Single by Underworld
- B-side: "Dogman Go Woof"
- Released: 6 December 1993
- Length: 12:34
- Label: Junior Boy's Own
- Songwriter(s): Rick Smith, Karl Hyde, Darren Emerson
- Producer(s): Rick Smith, Karl Hyde, Darren Emerson

Underworld singles chronology
| "Rez" (1993) | "Spikee" / "Dogman Go Woof" (1993) | "Dark & Long" (1994) |

= Spikee =

"Spikee" is a non-album single by British electronic music group Underworld, originally released on 6 December 1993 in the UK. It entered the UK Singles Chart at number 63 on 18 December 1993 for one week.

== Track listings ==

 12-inch: JBO / JBO 17 (UK)
1. "Spikee" – 12:34 (Hyde/Smith/Emerson)
2. "Dogman Go Woof" – 12:13 (Smith/Emerson)

 CD: JBO / JBO 17 CD (UK)
1. "Spikee" – 12:34
2. "Dogman Go Woof" – 12:13

== Notes ==
- Dogman Go Woof written, produced and mixed by Rick Smith and Darren Emerson
- Published by Underworld / Sherlock Holmes Music
- Sleeve design by Third Planet Inc.
- The text 'PICK YOUR OWN' is etched into the run-out groove of the 12".
- The text 'DOGMANGOWOOF' is etched into the run-out groove of the 500-only pressing Underworld 12" single, "Mother Earth / The Hump".

== Appearances ==
- Spikee was released on CD as part of the 1992–2002 Anthology set released worldwide in 2003.
- Spikee appears on Cyberspace 2 (a CD compilation) (1994) in an edited form.
- Spikee appears on Foundations - Coming Up From the Streets (2CD Compilation) (1997)
- Spikee appears on Wax Trax!

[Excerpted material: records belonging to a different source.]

/**
 * Structures against closed forms: members released at both ends, statically indeterminate trusses whose forces
 * depend on EA, and support displacements that have free equations to drive. Each check names its source
 * beside it. Tolerance 1e-9 relative: these are exact results of the stated models.
 */
import { describe, it } from "vitest";
import { memberDiagram, memberEndForces, nodeDisplacement, nodeReaction, type LoadInput, type ModelInput } from "@/lib/engine";
import { analyzeOrThrow, expectClose, lineBeam, E, I } from "./helpers";

const EI = E * I;

describe("a member released at both ends between supports that restrain rotation acts simply supported", () => {
  const L = 6;
  const w = 8e3;
  const P = 60e3;
  const udl: LoadInput = { kind: "distributed", member: "m1", direction: "global-y", wStart: -w };
  const point = (a: number, member = "m1"): LoadInput => ({
    kind: "point",
    member,
    direction: "global-y",
    position: a,
    value: -P,
  });
  /** Both nodes fully fixed: the reactions are the member's fixed-end forces after condensing both end rotations. */
  const hingedBetweenFixedNodes = (loads: LoadInput[]): ModelInput => {
    const model = lineBeam([L], ["fixed", "fixed"], loads);
    model.members = [{ ...model.members![0], releases: { startMoment: true, endMoment: true } }];
    return model;
  };

  it("uniform load: reactions wL/2, no end moments, M = wL²/8 and the simply supported deflection curve", () => {
    const r = analyzeOrThrow(hingedBetweenFixedNodes([udl]));
    // AWC Design Aid No. 6, Beam Design Formulas with Shear and Moment Diagrams (2005), Figure 1: R = wl/2,
    // M_max = wl²/8 at the centre, Δx = wx(l³ − 2lx² + x³)/(24EI).
    for (const n of ["n0", "n1"]) {
      expectClose(nodeReaction(r, n, "L").fy, (w * L) / 2);
      expectClose(nodeReaction(r, n, "L").mz, 0, 1e-9, w * L * L);
    }
    const d = memberDiagram(r, "m1", "L");
    expectClose(d.valueAt(L / 2).M, (w * L * L) / 8);
    for (const x of [0, L]) expectClose(d.valueAt(x).M, 0, 1e-9, w * L * L);
    for (const x of [1.5, 3, 4.2]) expectClose(d.valueAt(x).deflection, (-w * x * (L ** 3 - 2 * L * x * x + x ** 3)) / (24 * EI));
  });

  it.each([1.5, 2, 4.5])("point load at a = %s m: reactions Pb/L and Pa/L, M = Pab/L and Δ = Pa²b²/(3EIL) at the load", (a) => {
    const b = L - a;
    const r = analyzeOrThrow(hingedBetweenFixedNodes([point(a)]));
    // AWC Design Aid No. 6 (2005), Figure 8: R₁ = Pb/l, R₂ = Pa/l, M_max = Pab/l at the load, Δa = Pa²b²/(3EIl).
    expectClose(nodeReaction(r, "n0", "L").fy, (P * b) / L);
    expectClose(nodeReaction(r, "n1", "L").fy, (P * a) / L);
    for (const n of ["n0", "n1"]) expectClose(nodeReaction(r, n, "L").mz, 0, 1e-9, P * L);
    const d = memberDiagram(r, "m1", "L");
    expectClose(d.valueAt(a).M, (P * a * b) / L);
    for (const x of [0, L]) expectClose(d.valueAt(x).M, 0, 1e-9, P * L);
    expectClose(d.valueAt(a).deflection, (-P * a * a * b * b) / (3 * EI * L));
  });

  it("triangular load, zero at the start: reactions W/3 and 2W/3, M_max = 2WL/(9√3) at L/√3, no end moments", () => {
    const peak = 20e3;
    const W = (peak * L) / 2;
    const r = analyzeOrThrow(
      hingedBetweenFixedNodes([{ kind: "distributed", member: "m1", direction: "global-y", wStart: 0, wEnd: -peak }]),
    );
    // AWC Design Aid No. 6 (2005), Figure 5: R₁ = W/3, R₂ = 2W/3, M_max = 2Wl/(9√3) at x = l/√3.
    expectClose(nodeReaction(r, "n0", "L").fy, W / 3);
    expectClose(nodeReaction(r, "n1", "L").fy, (2 * W) / 3);
    for (const n of ["n0", "n1"]) expectClose(nodeReaction(r, n, "L").mz, 0, 1e-9, W * L);
    const d = memberDiagram(r, "m1", "L");
    expectClose(d.extremes.M.max.value, (2 * W * L) / (9 * Math.sqrt(3)));
    expectClose(d.extremes.M.max.x, L / Math.sqrt(3));
  });

  it("on top of two fixed-base columns: the columns carry Pb/L and Pa/L axially and stay straight", () => {
    const h = 4;
    const a = 2;
    const model: ModelInput = {
      nodes: [
        { id: "A", x: 0, y: 0, support: { ux: "fixed", uy: "fixed", rz: "fixed" } },
        { id: "B", x: 0, y: h },
        { id: "C", x: L, y: h },
        { id: "D", x: L, y: 0, support: { ux: "fixed", uy: "fixed", rz: "fixed" } },
      ],
      members: [
        { id: "AB", start: "A", end: "B", E, A: 1e-2, I },
        { id: "BC", start: "B", end: "C", E, A: 1e-2, I, releases: { startMoment: true, endMoment: true } },
        { id: "DC", start: "D", end: "C", E, A: 1e-2, I },
      ],
      loadCases: [
        { id: "P", loads: [point(a, "BC")] },
        { id: "W", loads: [{ ...udl, member: "BC" }] },
      ],
    };
    const r = analyzeOrThrow(model);
    // AWC Design Aid No. 6 (2005), Figures 8 and 1 as above. Linear theory: the columns' unequal shortening moves the beam
    // ends across its axis, which strains nothing, so no column bends and no horizontal force or base moment arises.
    const b = L - a;
    for (const [id, base, expected] of [
      ["P", "A", (P * b) / L],
      ["P", "D", (P * a) / L],
      ["W", "A", (w * L) / 2],
      ["W", "D", (w * L) / 2],
    ] as const) {
      const R = nodeReaction(r, base, id);
      expectClose(R.fy, expected);
      expectClose(R.fx, 0, 1e-9, expected);
      expectClose(R.mz, 0, 1e-9, expected * h);
      expectClose(nodeDisplacement(r, base === "A" ? "B" : "C", id).rz, 0, 1e-9, (expected * L * L) / EI);
    }
    expectClose(memberDiagram(r, "BC", "P").valueAt(a).M, (P * a * b) / L);
    expectClose(memberDiagram(r, "BC", "W").valueAt(L / 2).M, (w * L * L) / 8);
    // The beam's own curve, measured from its chord, is the simply supported one (Figure 1: Δx above).
    const x = 1.7;
    expectClose(
      memberDiagram(r, "BC", "W").valueAt(x).relativeDeflection,
      (-w * x * (L ** 3 - 2 * L * x * x + x ** 3)) / (24 * EI),
    );
  });

  it("released at one end only (propped cantilever), point load at a from the released end", () => {
    const a = 2;
    const b = L - a;
    const model = lineBeam([L], ["fixed", "fixed"], [point(a)]);
    model.members = [{ ...model.members![0], releases: { startMoment: true } }];
    const r = analyzeOrThrow(model);
    // AWC Design Aid No. 6 (2005), Figure 17 (from memory), a measured from the supported end:
    // R₁ = Pb²(a + 2l)/(2l³), R₂ = Pa(3l² − a²)/(2l³), M₂ = Pab(a + l)/(2l²) at the fixed end.
    expectClose(nodeReaction(r, "n0", "L").fy, (P * b * b * (a + 2 * L)) / (2 * L ** 3));
    expectClose(nodeReaction(r, "n1", "L").fy, (P * a * (3 * L * L - a * a)) / (2 * L ** 3));
    expectClose(memberDiagram(r, "m1", "L").valueAt(L).M, (-P * a * b * (a + L)) / (2 * L * L));
    expectClose(nodeReaction(r, "n0", "L").mz, 0, 1e-9, P * L);
  });
});

describe("statically indeterminate trusses: forces by compatibility, so they depend on EA", () => {
  it("three bars meeting at a loaded node, the middle bar stiffer than the inclined ones", () => {
    // S. Timoshenko, Strength of Materials, Part I, 3rd ed. (1955), statically indeterminate problems in tension and
    // compression, the symmetric three-bar system (from memory); written out here. The node drops δ: the middle bar
    // (EA₁, length h) stretches δ, each inclined bar (EA₂, length h/cosα) δ·cosα, so N₁ = EA₁δ/h, N₂ = EA₂δcos²α/h,
    // and N₁ + 2N₂cosα = P gives δ = P·h/(EA₁ + 2EA₂cos³α). Here h = 3 m, inclined bars 5 m long, cosα = 3/5.
    const P = 150e3;
    const h = 3;
    const cos = 3 / 5;
    const [A1, A2] = [3e-3, 1.2e-3];
    const model: ModelInput = {
      nodes: [
        { id: "O", x: 0, y: 0 },
        { id: "L", x: -4, y: h, support: { ux: "fixed", uy: "fixed" } },
        { id: "M", x: 0, y: h, support: { ux: "fixed", uy: "fixed" } },
        { id: "R", x: 4, y: h, support: { ux: "fixed", uy: "fixed" } },
      ],
      members: [
        { id: "left", start: "L", end: "O", kind: "truss", E, A: A2 },
        { id: "middle", start: "M", end: "O", kind: "truss", E, A: A1 },
        { id: "right", start: "R", end: "O", kind: "truss", E, A: A2 },
      ],
      loadCases: [{ id: "P", loads: [{ kind: "nodal", node: "O", fy: -P }] }],
    };
    const r = analyzeOrThrow(model);
    const delta = (P * h) / (E * A1 + 2 * E * A2 * cos ** 3);
    const tension = (m: string) => -memberEndForces(r, m, "P").start.fx;
    expectClose(nodeDisplacement(r, "O", "P").uy, -delta);
    expectClose(nodeDisplacement(r, "O", "P").ux, 0, 1e-9, delta);
    expectClose(tension("middle"), (E * A1 * delta) / h);
    expectClose(tension("left"), (E * A2 * delta * cos * cos) / h);
    expectClose(tension("right"), (E * A2 * delta * cos * cos) / h);
    expectClose(nodeReaction(r, "M", "P").fy, (E * A1 * delta) / h);
  });

  it("a tie from a pin holds up a cantilever's tip: the load divides in proportion to EA/H and 3EI/L³", () => {
    // Compatibility (common practice): the tip rests on two springs in parallel, the cantilever 3EI/L³ (AWC Design Aid
    // No. 6 (2005), Figure 13: Δ = Pl³/(3EI)) and the tie EA/H. Tie force P·k_tie/(k_tie + k_beam).
    const [L, H, P, Atie] = [4, 3, 30e3, 1.2e-5];
    const kBeam = (3 * EI) / L ** 3;
    const kTie = (E * Atie) / H;
    const model: ModelInput = {
      nodes: [
        { id: "A", x: 0, y: 0, support: { ux: "fixed", uy: "fixed", rz: "fixed" } },
        { id: "B", x: L, y: 0 },
        { id: "C", x: L, y: H, support: { ux: "fixed", uy: "fixed" } },
      ],
      members: [
        { id: "beam", start: "A", end: "B", E, A: 5e-3, I },
        { id: "tie", start: "C", end: "B", kind: "truss", E, A: Atie },
      ],
      loadCases: [{ id: "P", loads: [{ kind: "nodal", node: "B", fy: -P }] }],
    };
    const r = analyzeOrThrow(model);
    expectClose(nodeDisplacement(r, "B", "P").uy, -P / (kBeam + kTie));
    expectClose(-memberEndForces(r, "tie", "P").start.fx, (P * kTie) / (kBeam + kTie));
    expectClose(nodeReaction(r, "A", "P").fy, (P * kBeam) / (kBeam + kTie));
    expectClose(nodeReaction(r, "A", "P").mz, (P * kBeam * L) / (kBeam + kTie));
  });
});

describe("support displacements with free equations", () => {
  const L = 5;
  const delta = 0.01;

  it("propped cantilever whose prop settles δ: R = 3EIδ/L³, M_A = 3EIδ/L², θ_B = −3δ/(2L)", () => {
    const model = lineBeam([L], ["fixed", "roller"], []);
    model.nodes[1] = { ...model.nodes[1], support: { uy: { kind: "prescribed", value: -delta } } };
    const r = analyzeOrThrow(model);
    // AWC Design Aid No. 6 (2005), Figure 13 (cantilever, load at the free end): Δ = Pl³/(3EI), θ = Pl²/(2EI), M = Pl,
    // Δx = P(2l³ − 3l²x + x³)/(6EI) from the free end. The prop must pull the tip down δ: P = 3EIδ/L³ downwards.
    // With EI = 16 MN·m², L = 5 m, δ = 10 mm: M_A = 19.2 kN·m.
    const F = (3 * EI * delta) / L ** 3;
    expectClose(nodeReaction(r, "n1", "L").fy, -F);
    expectClose(nodeReaction(r, "n0", "L").fy, F);
    expectClose(nodeReaction(r, "n0", "L").mz, F * L);
    expectClose(F * L, 19.2e3);
    expectClose(memberDiagram(r, "m1", "L").valueAt(0).M, -F * L);
    expectClose(nodeDisplacement(r, "n1", "L").uy, -delta);
    expectClose(nodeDisplacement(r, "n1", "L").rz, (-3 * delta) / (2 * L));
    // At midspan (x = l/2 from the free end): Δ = 5Pl³/(48EI) = 5δ/16.
    expectClose(memberDiagram(r, "m1", "L").valueAt(L / 2).deflection, (-5 * delta) / 16);
  });

  it("two equal spans whose middle support settles δ: R_B = −6EIδ/L³, R_A = R_C = 3EIδ/L³, M_B = 3EIδ/L²", () => {
    const model = lineBeam([L, L], ["pin", "roller", "roller"], []);
    model.nodes[1] = { ...model.nodes[1], support: { uy: { kind: "prescribed", value: -delta, loadCase: "L" } } };
    const r = analyzeOrThrow(model);
    // AWC Design Aid No. 6 (2005), Figure 7 (simple beam, load at centre): Δ = Pl³/(48EI), M = Pl/4, R = P/2; the end
    // rotation θ = Pl²/(16EI) from memory. With l = 2L the middle support pulls the beam down with P = 48EIδ/(2L)³ = 6EIδ/L³.
    const P = (6 * EI * delta) / L ** 3;
    expectClose(nodeReaction(r, "n1", "L").fy, -P);
    expectClose(nodeReaction(r, "n0", "L").fy, P / 2);
    expectClose(nodeReaction(r, "n2", "L").fy, P / 2);
    expectClose(memberDiagram(r, "m1", "L").valueAt(L).M, (P * 2 * L) / 4);
    expectClose(nodeDisplacement(r, "n0", "L").rz, (-P * (2 * L) ** 2) / (16 * EI));
    expectClose(nodeDisplacement(r, "n2", "L").rz, (P * (2 * L) ** 2) / (16 * EI));
    expectClose(nodeDisplacement(r, "n1", "L").rz, 0, 1e-9, delta / L);
  });

  it("an imposed rotation θ at one end of a beam pinned at the other: M = 3EIθ/L, far end turns −θ/2", () => {
    const theta = 2e-3;
    const model = lineBeam([L], ["pin", "roller"], []);
    model.nodes[0] = { ...model.nodes[0], support: { ux: "fixed", uy: "fixed", rz: { kind: "prescribed", value: theta } } };
    const r = analyzeOrThrow(model);
    // Slope-deflection (common practice): with the far end pinned, the near-end moment is 3EIθ/L and the far end
    // rotates −θ/2; the end shears are ±3EIθ/L² by statics.
    expectClose(nodeReaction(r, "n0", "L").mz, (3 * EI * theta) / L);
    expectClose(nodeReaction(r, "n0", "L").fy, (3 * EI * theta) / L ** 2);
    expectClose(nodeReaction(r, "n1", "L").fy, (-3 * EI * theta) / L ** 2);
    expectClose(nodeDisplacement(r, "n1", "L").rz, -theta / 2);
  });
});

MasterMix, a 1999 Compilation CD.
- Spikee appears on Dream Injection, Volume 1, a 1995 Compilation CD.
- The Spikee video, directed by Graham Wood (1993), appears on the UK released video compilation Kiteless: A Tomato Project.
- The same video version of Spikee also appears on the US released compilation, Footwear Repairs by Craftsmen at Competitive Prices.
- "Spikee" also appeared on BBC's Saturday Afternoon Grandstand as background music.
- The guitar section from "Spikee" also appeared as the title music for ITV's Saturday lunchtime football magazine On the Ball in the late 1990s and the early 2000s.